* **What to produce**: Beginning with the line that contains "if st.readyAt <" in the material below, print each line exactly until the line that contains "p := &lump.parts[at[1]]" has been printed, then stop.

* **Data under study**:
——

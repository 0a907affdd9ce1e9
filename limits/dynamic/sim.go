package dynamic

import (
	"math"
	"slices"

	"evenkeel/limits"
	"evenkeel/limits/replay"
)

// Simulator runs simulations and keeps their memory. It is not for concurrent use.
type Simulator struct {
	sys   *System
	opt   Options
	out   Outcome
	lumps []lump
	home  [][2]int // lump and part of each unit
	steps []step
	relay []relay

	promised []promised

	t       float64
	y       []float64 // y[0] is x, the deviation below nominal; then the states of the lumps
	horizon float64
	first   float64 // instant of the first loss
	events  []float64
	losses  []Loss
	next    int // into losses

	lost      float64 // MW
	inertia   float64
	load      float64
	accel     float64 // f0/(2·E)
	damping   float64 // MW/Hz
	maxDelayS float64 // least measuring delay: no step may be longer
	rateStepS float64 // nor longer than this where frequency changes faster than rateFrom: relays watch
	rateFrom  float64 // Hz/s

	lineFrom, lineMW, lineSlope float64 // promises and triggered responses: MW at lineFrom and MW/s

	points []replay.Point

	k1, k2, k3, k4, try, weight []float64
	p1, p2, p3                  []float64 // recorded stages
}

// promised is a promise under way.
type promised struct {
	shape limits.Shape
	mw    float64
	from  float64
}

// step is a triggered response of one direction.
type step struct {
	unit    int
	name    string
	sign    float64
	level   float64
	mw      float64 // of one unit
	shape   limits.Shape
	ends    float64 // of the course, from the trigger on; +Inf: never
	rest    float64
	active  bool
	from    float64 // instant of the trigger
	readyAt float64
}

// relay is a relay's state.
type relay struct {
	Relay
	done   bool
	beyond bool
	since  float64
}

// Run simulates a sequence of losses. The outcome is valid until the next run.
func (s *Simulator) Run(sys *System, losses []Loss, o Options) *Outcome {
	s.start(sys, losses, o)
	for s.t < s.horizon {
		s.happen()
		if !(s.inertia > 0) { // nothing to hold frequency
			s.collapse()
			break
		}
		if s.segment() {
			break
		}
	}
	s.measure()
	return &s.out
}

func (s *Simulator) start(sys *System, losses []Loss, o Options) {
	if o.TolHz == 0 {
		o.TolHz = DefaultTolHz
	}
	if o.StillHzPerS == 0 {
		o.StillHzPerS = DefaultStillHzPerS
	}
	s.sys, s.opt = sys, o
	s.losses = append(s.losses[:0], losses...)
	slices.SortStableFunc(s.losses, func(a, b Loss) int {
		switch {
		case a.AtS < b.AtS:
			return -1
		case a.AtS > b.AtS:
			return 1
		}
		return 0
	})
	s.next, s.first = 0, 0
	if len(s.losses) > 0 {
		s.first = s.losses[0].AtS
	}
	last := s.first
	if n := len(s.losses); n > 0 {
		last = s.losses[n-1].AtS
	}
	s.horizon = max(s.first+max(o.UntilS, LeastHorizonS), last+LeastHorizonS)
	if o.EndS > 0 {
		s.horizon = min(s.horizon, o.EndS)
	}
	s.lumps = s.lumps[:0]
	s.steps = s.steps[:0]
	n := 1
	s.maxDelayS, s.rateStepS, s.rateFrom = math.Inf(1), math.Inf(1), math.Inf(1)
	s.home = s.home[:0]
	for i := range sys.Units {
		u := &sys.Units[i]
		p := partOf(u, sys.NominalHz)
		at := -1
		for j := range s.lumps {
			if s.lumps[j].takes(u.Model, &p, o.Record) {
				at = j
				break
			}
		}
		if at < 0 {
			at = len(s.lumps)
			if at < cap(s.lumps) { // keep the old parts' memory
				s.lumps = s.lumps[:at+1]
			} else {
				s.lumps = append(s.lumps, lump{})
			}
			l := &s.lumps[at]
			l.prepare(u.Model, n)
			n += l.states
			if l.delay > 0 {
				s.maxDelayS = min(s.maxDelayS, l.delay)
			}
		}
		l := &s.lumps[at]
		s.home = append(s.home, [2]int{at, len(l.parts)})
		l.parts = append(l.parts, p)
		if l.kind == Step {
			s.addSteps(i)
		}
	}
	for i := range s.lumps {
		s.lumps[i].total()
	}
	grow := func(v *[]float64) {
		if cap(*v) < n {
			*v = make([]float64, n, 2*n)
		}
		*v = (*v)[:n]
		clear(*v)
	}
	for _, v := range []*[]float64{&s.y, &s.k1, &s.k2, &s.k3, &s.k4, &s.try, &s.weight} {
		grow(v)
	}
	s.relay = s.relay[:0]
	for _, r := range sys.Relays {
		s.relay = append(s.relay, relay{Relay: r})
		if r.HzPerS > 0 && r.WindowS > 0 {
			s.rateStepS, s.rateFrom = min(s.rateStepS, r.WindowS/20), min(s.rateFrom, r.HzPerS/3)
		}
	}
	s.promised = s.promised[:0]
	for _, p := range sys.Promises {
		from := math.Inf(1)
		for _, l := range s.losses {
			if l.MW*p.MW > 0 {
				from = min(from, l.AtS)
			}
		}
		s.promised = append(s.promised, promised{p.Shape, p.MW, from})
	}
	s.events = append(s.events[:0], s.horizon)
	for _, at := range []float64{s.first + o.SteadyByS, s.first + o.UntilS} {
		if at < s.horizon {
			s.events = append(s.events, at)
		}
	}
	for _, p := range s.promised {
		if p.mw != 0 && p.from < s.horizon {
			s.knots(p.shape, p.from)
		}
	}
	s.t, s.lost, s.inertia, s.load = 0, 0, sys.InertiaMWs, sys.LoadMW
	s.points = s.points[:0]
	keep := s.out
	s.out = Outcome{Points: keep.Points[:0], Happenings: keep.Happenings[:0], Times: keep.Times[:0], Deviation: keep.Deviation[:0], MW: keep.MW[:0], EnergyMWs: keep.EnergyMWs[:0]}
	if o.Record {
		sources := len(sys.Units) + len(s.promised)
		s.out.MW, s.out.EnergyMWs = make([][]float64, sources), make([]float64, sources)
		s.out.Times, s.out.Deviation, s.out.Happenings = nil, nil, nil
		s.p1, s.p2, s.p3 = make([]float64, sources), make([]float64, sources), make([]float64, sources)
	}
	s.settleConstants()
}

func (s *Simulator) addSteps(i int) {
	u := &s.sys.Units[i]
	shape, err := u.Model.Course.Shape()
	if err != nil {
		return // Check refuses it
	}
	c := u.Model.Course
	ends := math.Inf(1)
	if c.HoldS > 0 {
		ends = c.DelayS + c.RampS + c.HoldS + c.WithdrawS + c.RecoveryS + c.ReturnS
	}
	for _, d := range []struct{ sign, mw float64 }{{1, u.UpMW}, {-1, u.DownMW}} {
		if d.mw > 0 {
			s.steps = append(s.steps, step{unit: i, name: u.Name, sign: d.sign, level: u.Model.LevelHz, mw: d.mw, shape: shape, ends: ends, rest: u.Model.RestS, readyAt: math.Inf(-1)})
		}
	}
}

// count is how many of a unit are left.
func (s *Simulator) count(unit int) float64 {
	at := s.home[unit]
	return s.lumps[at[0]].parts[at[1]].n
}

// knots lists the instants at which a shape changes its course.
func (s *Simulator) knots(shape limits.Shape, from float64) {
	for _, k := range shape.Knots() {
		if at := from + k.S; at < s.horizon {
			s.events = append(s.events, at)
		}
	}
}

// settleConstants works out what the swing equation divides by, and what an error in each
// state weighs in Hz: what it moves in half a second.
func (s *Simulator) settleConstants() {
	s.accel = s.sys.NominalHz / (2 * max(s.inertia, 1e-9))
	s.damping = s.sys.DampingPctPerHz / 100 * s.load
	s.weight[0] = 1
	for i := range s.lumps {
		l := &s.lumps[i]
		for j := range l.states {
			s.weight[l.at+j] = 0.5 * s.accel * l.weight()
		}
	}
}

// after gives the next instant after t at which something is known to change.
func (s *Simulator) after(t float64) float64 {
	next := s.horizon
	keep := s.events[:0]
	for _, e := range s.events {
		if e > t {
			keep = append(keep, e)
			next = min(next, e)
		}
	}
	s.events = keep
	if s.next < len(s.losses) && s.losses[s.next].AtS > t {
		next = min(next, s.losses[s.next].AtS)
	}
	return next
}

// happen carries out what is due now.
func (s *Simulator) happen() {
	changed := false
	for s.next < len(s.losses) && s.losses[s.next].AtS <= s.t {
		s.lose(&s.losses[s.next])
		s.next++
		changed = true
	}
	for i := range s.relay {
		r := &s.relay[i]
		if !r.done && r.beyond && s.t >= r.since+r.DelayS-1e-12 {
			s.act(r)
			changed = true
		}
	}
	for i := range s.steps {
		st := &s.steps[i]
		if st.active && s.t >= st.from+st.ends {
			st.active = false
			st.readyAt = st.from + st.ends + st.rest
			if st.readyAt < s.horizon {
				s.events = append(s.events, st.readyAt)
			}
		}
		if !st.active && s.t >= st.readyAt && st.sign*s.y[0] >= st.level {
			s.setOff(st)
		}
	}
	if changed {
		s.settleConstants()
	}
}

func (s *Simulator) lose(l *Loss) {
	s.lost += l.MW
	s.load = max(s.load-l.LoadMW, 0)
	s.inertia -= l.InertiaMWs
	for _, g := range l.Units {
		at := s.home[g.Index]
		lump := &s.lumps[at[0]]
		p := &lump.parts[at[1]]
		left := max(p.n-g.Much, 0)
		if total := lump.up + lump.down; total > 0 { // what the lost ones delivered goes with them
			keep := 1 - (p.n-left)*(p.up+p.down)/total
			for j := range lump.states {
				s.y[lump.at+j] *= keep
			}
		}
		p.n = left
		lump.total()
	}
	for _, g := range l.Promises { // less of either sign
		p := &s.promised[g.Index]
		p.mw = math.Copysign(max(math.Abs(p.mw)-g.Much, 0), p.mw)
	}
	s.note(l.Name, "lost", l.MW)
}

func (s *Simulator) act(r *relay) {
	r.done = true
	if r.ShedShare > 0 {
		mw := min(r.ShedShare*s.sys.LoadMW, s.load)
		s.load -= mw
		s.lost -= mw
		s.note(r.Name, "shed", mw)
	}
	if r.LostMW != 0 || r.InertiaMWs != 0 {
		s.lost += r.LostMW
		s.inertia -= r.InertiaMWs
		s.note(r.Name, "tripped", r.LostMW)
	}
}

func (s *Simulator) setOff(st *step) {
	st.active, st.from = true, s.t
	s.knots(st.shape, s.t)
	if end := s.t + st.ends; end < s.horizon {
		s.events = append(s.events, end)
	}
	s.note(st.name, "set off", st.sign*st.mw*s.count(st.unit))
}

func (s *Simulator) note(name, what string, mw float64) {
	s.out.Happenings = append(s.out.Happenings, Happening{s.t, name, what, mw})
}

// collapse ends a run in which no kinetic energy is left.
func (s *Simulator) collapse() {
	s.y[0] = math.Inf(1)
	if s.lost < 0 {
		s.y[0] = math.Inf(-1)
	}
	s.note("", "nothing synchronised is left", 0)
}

——

* **Solution**:
			if st.readyAt < s.horizon {
				s.events = append(s.events, st.readyAt)
			}
		}
		if !st.active && s.t >= st.readyAt && st.sign*s.y[0] >= st.level {
			s.setOff(st)
		}
	}
	if changed {
		s.settleConstants()
	}
}

func (s *Simulator) lose(l *Loss) {
	s.lost += l.MW
	s.load = max(s.load-l.LoadMW, 0)
	s.inertia -= l.InertiaMWs
	for _, g := range l.Units {
		at := s.home[g.Index]
		lump := &s.lumps[at[0]]
		p := &lump.parts[at[1]]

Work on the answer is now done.